À espera dos bárbaros
domingo, dezembro 26, 2004
  O português, outra vez. Dez notas avulsas.
1. No Público de hoje. Lá vem o óbvio ululante rol da caterva de erros que se tornaram comuns, lá se defende o «regresso» à norma e ao latim. Por mim tudo bem. Óptimo mesmo. Mas conseguir isso através de um «ensino inovador»? Soa a mais do mesmo.
2. A questão da língua, como a do próprio ensino, não tem solução. Estou do lado dos pessimistas.
3. Sei alguma coisa de história da língua, conheço os fenómenos evolutivos das línguas, mas o argumento histórico, tal como os linguistas o costumam apresentar, não me convence inteiramente, como não convence o relativismo da «teoria do saldo»: entre perdas e ganhos, o balanço é sempre positivo, o que se ganha é sempre mais do que o que se perde. Isto é, não há motivo para nostalgias.
4. As línguas têm certamente uma grande capacidade de «regeneração». O que significa que a norma se altera de tempos a tempos para se ajustar às imposições do uso. Mas a condição essencial para que a norma se altere é que ela exista bem definida e estável. O que hoje acontece é que, em termos de ensino da língua e do conteúdo das gramáticas, há uma série de aspectos sobre os quais parece não existir qualquer definição normativa. Pelo contrário, o que transparece é a confusão. O problema já não é tanto regressar à norma, é saber do que estamos a falar quando falamos de norma...
5. Os linguistas, os portugueses em primeiro lugar, têm, a maior parte das vezes, uma «visão de dentro», muito condicionada. Se, perante um certo fenómeno, percebem que um certo número de falantes optam pela solução A e outros pela solução B, ou que transitam entre as duas soluções, o linguista sente-se impotente para determinar se há uma mais certa do que a outra, uma vez que elas coexistem. É ainda o triunfo do «descritivo» sobre o «normativo».
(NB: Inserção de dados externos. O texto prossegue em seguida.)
@compiled
def _scan(
    size,
    depth,
    layer,
    temperature,
    temperature_value,
    temperature_shape,
    lithostatic,
    pore,
    pore_ratio,
    log_rate,
    friction,
    kind,
    code,
    first,
    count,
    values,
    competent_stress,
    competent_fraction,
    brittle_out,
    ductile_out,
    mechanism_out,
    per_column,
    coupled,
    counts,
    crossing_values,
    crossing_codes,
    frictional,
    band,
):
    """Scan R columns down their nodes; fill the fields and/or the answers asked for.

    Fields are written when ``brittle_out`` has R rows, answers when ``per_column`` has;
    returns the most transitions (or Goetze crossings) found in one column, or -1 - the
    index (row * nz + node) of the first node whose temperature is not above 0 K.
    """
    n_terms, nz = kind.size, depth.shape[1]
    want_fields, want_answers = brittle_out.shape[0] == size, per_column.shape[0] == size
    capacity = crossing_values.shape[1]
    work = np.empty((n_terms, WORK_COLUMNS))
    log_A, n, Q, V = np.empty(n_terms), np.empty(n_terms), np.empty(n_terms), np.empty(n_terms)
    goetze = np.empty(capacity)
    most = 0
    for r in range(size):
        row = _row(values, r)
        for t in range(n_terms):  # this column's laws; ln A and H are set at each node
            law = values[row, :, t]  # A, n, Q, V, sigma_P, p, q, lowest stress (TERM_FIELDS)
            log_A[t], n[t], Q[t], V[t] = law[0], law[1], law[2], law[3]
            set_law(work, t, kind[t], n[t], law[4], law[5], law[6], law[7])
        rd, rl, rt = _row(depth, r), _row(layer, r), _row(temperature, r)
        rv, rh = _row(temperature_value, r), _row(temperature_shape, r)
        value = temperature_value[rv]
        rs, rp, rf = _row(lithostatic, r), _row(pore, r), _row(friction, r)
        target, ratio = log_rate[_row(log_rate, r)], pore_ratio[_row(pore_ratio, r)]
        f0, f1, f2, f3 = friction[rf, 0], friction[rf, 1], friction[rf, 2], friction[rf, 3]
        first_depth = first_temperature = last_down = np.nan
        n_cross = n_goetze = n_layers = 0
        integrated = h_sum = h_cubes = top = 0.0
        inside = wins0 = plastic0 = False
        z0 = t0 = b0 = d0 = e0 = s0 = 0.0
        l0 = 0
        for j in range(nz):
            T = temperature[rt, j] + value * temperature_shape[rh, j]  # base + value shape
            sv = lithostatic[rs, j]
            if not T > 0:
                return -1 - (r * nz + j)
            effective = sv - (pore[rp, j] + ratio * sv)  # sigma_v - P_f
            brittle = min(f0 * effective + f1, f2 * effective + f3)  # the lesser branch
            L = layer[rl, j]
            start, n_here = first[L], count[L]
            if n_here == 1 and kind[start] == 0:  # one power law: closed form
                log_ductile = power_law_log_stress(
                    target, log_A[start] - arrhenius(Q[start], V[start], sv, T), n[start]
                )
                dominant = start
            else:  # mechanisms in parallel
                fastest, log_ductile = start, np.inf
                for t in range(start, start + n_here):
                    H = arrhenius(Q[t], V[t], sv, T)
                    work[t, H_TERM] = H
                    work[t, A_TERM] = log_A[t] - H if kind[t] == 0 else log_A[t]
                    if kind[t] == 0:
                        alone = power_law_log_stress(target, work[t, A_TERM], n[t])
                        if alone < log_ductile:
                            fastest, log_ductile = t, alone
                # The power law that alone reaches the rate at the lowest stress carries it
                # all when the other terms are switched off there or slower by exp(-40): the
                # solver would return the same (its first step); skip the call.
                for t in range(start, start + n_here):
                    if t == fastest:
                        continue
                    if kind[t] == 0:
                        off = work[t, A_TERM] + n[t] * log_ductile < target - NEGLIGIBLE
                    else:
                        off = log_ductile < work[t, LOG_MIN]
                    if not off:
                        log_ductile, fastest = solve_log_stress(target, work, start, n_here)
                        break
                dominant = fastest
            ductile = 0.0 if log_ductile <= LOG_STRESS_FLOOR else math.exp(log_ductile)
            if want_fields:
                brittle_out[r, j] = brittle
                ductile_out[r, j] = ductile
                if brittle <= ductile:
                    mechanism_out[r, j] = FRICTIONAL
                elif ductile > effective:  # Goetze criterion: semi-brittle
                    mechanism_out[r, j] = SEMI_BRITTLE
                else:
                    mechanism_out[r, j] = code[dominant]
            if not want_answers:
                continue
            z = depth[rd, j]
            strength = min(brittle, ductile)
            wins = brittle <= ductile  # friction is the weaker mechanism
            plastic = ductile <= effective  # creep stress below the effective pressure
            if r < band.shape[0]:
                band[r, j] = strength
            if wins:
                frictional[j] += 1
            if j > 0:
                integrated += (z - z0) * (strength + s0) / 2.0  # trapezoid rule
                same = l0 == L
                if wins != wins0:  # a brittle/ductile transition between j-1 and j
                    fraction = _fraction(_log_ratio(b0, d0), _log_ratio(brittle, ductile), same)
                    crossing = z0 + fraction * (z - z0)
                    if n_cross < capacity:
                        crossing_values[r, n_cross, 0] = crossing
                        crossing_values[r, n_cross, 1] = t0 + fraction * (T - t0)
                        if same:
                            crossing_values[r, n_cross, 2] = b0 + fraction * (brittle - b0)
                        else:
                            crossing_values[r, n_cross, 2] = strength if wins0 else s0
                        crossing_codes[r, n_cross, 0] = 0 if wins0 else 1
                        crossing_codes[r, n_cross, 1] = l0
                        crossing_codes[r, n_cross, 2] = L
                        crossing_codes[r, n_cross, 3] = 0 if same else 1
                    if wins0:  # brittle above, ductile below
                        last_down = crossing
                        if np.isnan(first_depth):
                            first_depth = crossing
                            first_temperature = t0 + fraction * (T - t0)
                    n_cross += 1
                if plastic and not plastic0 and not wins and not wins0:
                    if same:
                        fraction = _fraction(
                            _log_ratio(e0, d0), _log_ratio(effective, ductile), same
                        )
                        crossing = z0 + fraction * (z - z0)
                    else:
                        crossing = z
                    if n_goetze < capacity:
                        goetze[n_goetze] = crossing
                    n_goetze += 1
            # competent layers for the elastic thickness (Burov & Diament 1995)
            strong = strength > max(competent_stress, competent_fraction * sv)
            if strong and not inside:
                inside = True
                top = 0.0 if j == 0 else 0.5 * (z0 + z)
            elif inside and not strong:
                inside = False
                h = 0.5 * (z0 + z) - top
                if h > 0:
                    n_layers += 1
                    h_sum += h
                    h_cubes += h**3
            z0, l0, t0, b0, d0, e0, s0 = z, L, T, brittle, ductile, effective, strength
            wins0, plastic0 = wins, plastic
        if not want_answers:
            continue
        if inside and z0 - top > 0:
            n_layers += 1
            h_sum += z0 - top
            h_cubes += (z0 - top) ** 3
        base = np.nan
        for k in range(min(n_goetze, capacity)):
            if goetze[k] >= first_depth - 1.0:  # as in the plain-language summary
                base = goetze[k]
                break
        per_column[r, 0] = first_depth
        per_column[r, 1] = first_temperature
        per_column[r, 2] = z0 if wins0 else last_down  # deepest faulting
        per_column[r, 3] = base
        per_column[r, 4] = integrated
        per_column[r, 5] = h_sum if n_layers == 1 else (np.cbrt(h_cubes) if n_layers else 0.0)
        coupled[r] = n_layers <= 1
        counts[r] = n_cross
        most = max(most, n_cross, n_goetze)
    return most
6. É esta situação que justifica a existência de serviços de consulta linguística e gramatical como o ciberdúvidas.
7. É claro que a «culpa» não é do sms ou da internet. Esses meios apenas reflectem, de modo particular, o problema.
8. Por razões que não vêm ao caso, tenho lido textos e trabalhos de alunos adiantados num curso da área das «ciências» humanas, de uma universidade conceituada. Se não conhecesse outras situações, isso bastaria para induzir a nostalgia. A degradação é real, meus senhores e minhas senhoras, muito real e concreta. Mais assustador ainda é observar que ela atravessa todas as classes sociais, níveis etários e de instrução: veja-se o caso do desaparecimento da conjugação pronominal («vou dizer a ela» em vez de «vou dizer-lhe»).
9. Compreendo os argumentos relativos à importância de alçar a língua portuguesa a um plano internacional e, nesse plano, a necessidade de articulação entre as variantes existentes. Mas tudo isso não tem sentido se em Portugal não se perceber bem o que é isso do português, disciplina cada vez mais odiada nas escolas, e não se lhe atribuir uma importância acima da ordem da mera aquisição de conhecimentos.
10. Se não for por uma razão identitária, porquê continuar a falar português?